Data supplied Block Start
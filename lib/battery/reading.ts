/**
 * What one voltage says: the likelihood of a reading over the grid, with an outlier mixture
 * so that no reading is thrown away and none can break the forecast.
 *
 *   p(v | x, b) = (1 - e) N(v; V(x) + b, s(x)) + e / range
 *
 * s joins the instrument, where the curve lies on the depth axis, the resistance of a loaded
 * pack and an unmeasured temperature. The weight reported is the posterior probability of
 * the first term.
 */
import { ASSUMED } from "./assumptions";
import { CURVE_STEPS } from "./curves";
import { freshDropMv } from "./cutoff";
import { type Grid, normalise } from "./grid";
import type { ResistanceBelief } from "./end-of-life";
import type { PackReading, ReadingWeight } from "./pack";
import { type PackModel, resistanceAge } from "./pack-model";

/** Half the span over which the curve's slope is taken, in table steps: 1 % of depth. */
const SLOPE_STEPS = 5;
const Z90 = 1.6448536269514722;
/** A mass below this is brought back to 1 before it can vanish. */
const FAINT = 1e-60;

/** Highest voltage the pack could show with the widest margin, mV. */
export function impossibleAboveMv(model: PackModel): number {
  return model.curve.restScale * model.curve.restMv[0]! * ASSUMED.impossibleShare;
}

type Circumstances = Pick<PackReading, "at" | "kind" | "loadUa" | "temperatureDc" | "accuracyMv">;

/** Mean (nodeA) and variance (nodeB) of a reading at every depth node, offset aside; mV. */
function expectAt(
  model: PackModel,
  grid: Grid,
  reading: Circumstances,
  belief: ResistanceBelief,
): void {
  const { curve, pack } = model;
  const { nodeA: mean, nodeB: variance } = grid;
  const dc = reading.temperatureDc ?? model.site.at(reading.at);
  const ua = reading.kind === "loaded" ? (reading.loadUa ?? model.peakUa) : 0;
  const aged = resistanceAge(model, reading.at) * belief.mean;
  const drop = freshDropMv(pack, curve, ua, dc) * aged;
  const unsure = belief.sd / belief.mean;
  const drift = curve.driftMvPerKelvin * (dc / 10 - 20);
  const fixed = fixedVariance(model, grid, reading);
  const { restMv, resistance, restScale } = curve;
  const last = CURVE_STEPS - 1;
  const reach = SLOPE_STEPS;
  const depthSd = (ASSUMED.curveDepthSd * (last + 1)) / (2 * reach);
  for (let i = 0; i < grid.nx; i++) {
    const place = (grid.depthFrom + i * grid.depthStep) * (last + 1);
    const k = Math.min(last, Math.max(0, Math.floor(place)));
    const part = Math.min(1, Math.max(0, place - k));
    const rest = restMv[k]! + part * (restMv[k + 1]! - restMv[k]!);
    const drops = drop * (resistance[k]! + part * (resistance[k + 1]! - resistance[k]!));
    const a = Math.max(0, k - reach);
    const b = Math.min(last + 1, k + reach);
    const fall = restScale * (restMv[a]! - restMv[b]!) + drop * (resistance[b]! - resistance[a]!);
    mean[i] = restScale * rest + drift - drops;
    variance[i] = fixed + (fall * depthSd) ** 2 + (unsure * drops) ** 2;
  }
}

/** How well the temperature of a reading is known, K. */
function warmthSdK({ site }: PackModel, { temperatureDc, at }: Circumstances): number {
  if (temperatureDc !== null) return 1;
  return site.logged(at) === null ? ASSUMED.temperatureSdK : ASSUMED.loggedTemperatureSdK;
}

/** The part of a reading's variance that does not depend on depth, mV². */
function fixedVariance(model: PackModel, grid: Grid, reading: Circumstances): number {
  const warmth = warmthSdK(model, reading);
  const accuracy = reading.accuracyMv ?? ASSUMED.accuracyMv;
  return (
    accuracy ** 2 +
    grid.offsetStepMv ** 2 / 12 +
    model.noiseMv ** 2 +
    (model.curve.driftMvPerKelvin * warmth) ** 2 +
    1e-6
  );
}

/**
 * 5th, 50th and 95th percentile of a voltage to be read, mV, after `expectAt`; wants the depth
 * marginal in `nodeC`.
 */
function expectedBand(grid: Grid): [number, number, number] {
  const marginal = grid.nodeC;
  let total = 0;
  for (let i = 0; i < grid.nx; i++) total += marginal[i]!;
  const mean = grid.nodeA;
  let low = mean[0]!;
  let middle = 0;
  let high = low;
  let sum = 0;
  for (let i = 0; i < grid.nx; i++) {
    if (sum <= 0.05 * total) high = mean[i]!;
    if (sum <= 0.5 * total) middle = i;
    if (sum <= 0.95 * total) low = mean[i]!;
    sum += marginal[i]!;
  }
  const noise = Z90 * Math.sqrt(grid.nodeB[middle]! + 0.5 * grid.offsetStepMv ** 2);
  const centre = mean[middle]!;
  return [
    centre - Math.hypot(low - centre, noise),
    centre,
    centre + Math.hypot(high - centre, noise),
  ];
}

/** What is known of a reading beforehand. */
export interface Standing {
  /** Chance that it is the film's, if it is low. */
  readonly film: number;
  /** By how many readings its errors are shared, itself counted in. */
  readonly shared: number;
}

/** Update the grid by one reading (depth marginal in `nodeC`); says how much it counted and why. */
export function observe(
  model: PackModel,
  grid: Grid,
  reading: PackReading,
  resistance: ResistanceBelief,
  { film, shared }: Standing,
): ReadingWeight {
  expectAt(model, grid, reading, resistance);
  const [low, middle, high] = expectedBand(grid);
  // the film only ever lowers a voltage: a higher one is the cell's own
  const dip = reading.millivolts < middle ? film : 0;
  const slip = Math.max(ASSUMED.outlierShare, dip);
  const outlier = slip / impossibleAboveMv(model);
  const weight = multiply(grid, reading.millivolts, { slip, outlier, power: 1 / shared });
  const doubted = dip > ASSUMED.outlierShare ? "passivation" : "doubtful";
  const reason = weight >= 0.5 ? "fits" : doubted;
  return {
    readingId: reading.id,
    weight,
    expectedMv: middle,
    expectedLowMv: low,
    expectedHighMv: high,
    reason,
  };
}

interface Mixture {
  readonly slip: number;
  /** Density of a slip, per mV. */
  readonly outlier: number;
  /** Exponent of the likelihood: 1 for a witness of its own. */
  readonly power: number;
}

/** Multiply by the mixture likelihood; returns the weight of its first term. */
function multiply(grid: Grid, millivolts: number, by: Mixture): number {
  const { p, nx, nr, no, nodeA: mean, nodeB: variance, nodeC: fit, rowMass } = grid;
  const { slip, outlier, power } = by;
  const share = (1 - slip) / Math.sqrt(2 * Math.PI);
  let fitting = 0;
  let total = 0;
  for (let o = 0; o < no; o++) {
    const offset = millivolts - grid.offsetMv[o]!;
    for (let i = 0; i < nx; i++) {
      const off = offset - mean[i]!;
      const v = variance[i]!;
      fit[i] = (share * Math.exp((-0.5 * off * off) / v)) / Math.sqrt(v);
    }
    for (let row = o * nr; row < (o + 1) * nr; row++) {
      if (rowMass[row] === 0) continue;
      for (let i = 0, k = row * nx; i < nx; i++, k++) {
        const m = p[k]!;
        const fits = m * fit[i]!;
        const all = fits + m * outlier;
        fitting += fits;
        total += all;
        p[k] = all;
      }
    }
    if (power < 1) temper(grid, o, outlier, power);
  }
  if (total < FAINT || power < 1) normalise(grid);
  return total > 0 ? Math.min(1, fitting / total) : 0;
}

/** Takes the likelihood of one offset, its densities in `nodeC`, to a power, having been multiplied. */
function temper({ p, nx, nr, nodeC: fit }: Grid, o: number, outlier: number, power: number): void {
  for (let i = 0; i < nx; i++) fit[i] = (fit[i]! + outlier) ** (power - 1);
  for (let row = o * nr; row < (o + 1) * nr; row++) {
    for (let i = 0, k = row * nx; i < nx; i++, k++) p[k]! *= fit[i]!;
  }
}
Data supplied Block End
● **Requirement**: Start printing at the line with "const m = p[k]!;" and stop after the final line of the listing above, keeping every line exact.

● **Final answer**:
        const m = p[k]!;
        const fits = m * fit[i]!;
        const all = fits + m * outlier;
        fitting += fits;
        total += all;
        p[k] = all;
      }
    }
    if (power < 1) temper(grid, o, outlier, power);
  }
  if (total < FAINT || power < 1) normalise(grid);
  return total > 0 ? Math.min(1, fitting / total) : 0;
}

/** Takes the likelihood of one offset, its densities in `nodeC`, to a power, having been multiplied. */
function temper({ p, nx, nr, nodeC: fit }: Grid, o: number, outlier: number, power: number): void {
  for (let i = 0; i < nx; i++) fit[i] = (fit[i]! + outlier) ** (power - 1);
  for (let row = o * nr; row < (o + 1) * nr; row++) {
    for (let i = 0, k = row * nx; i < nx; i++, k++) p[k]! *= fit[i]!;
  }
}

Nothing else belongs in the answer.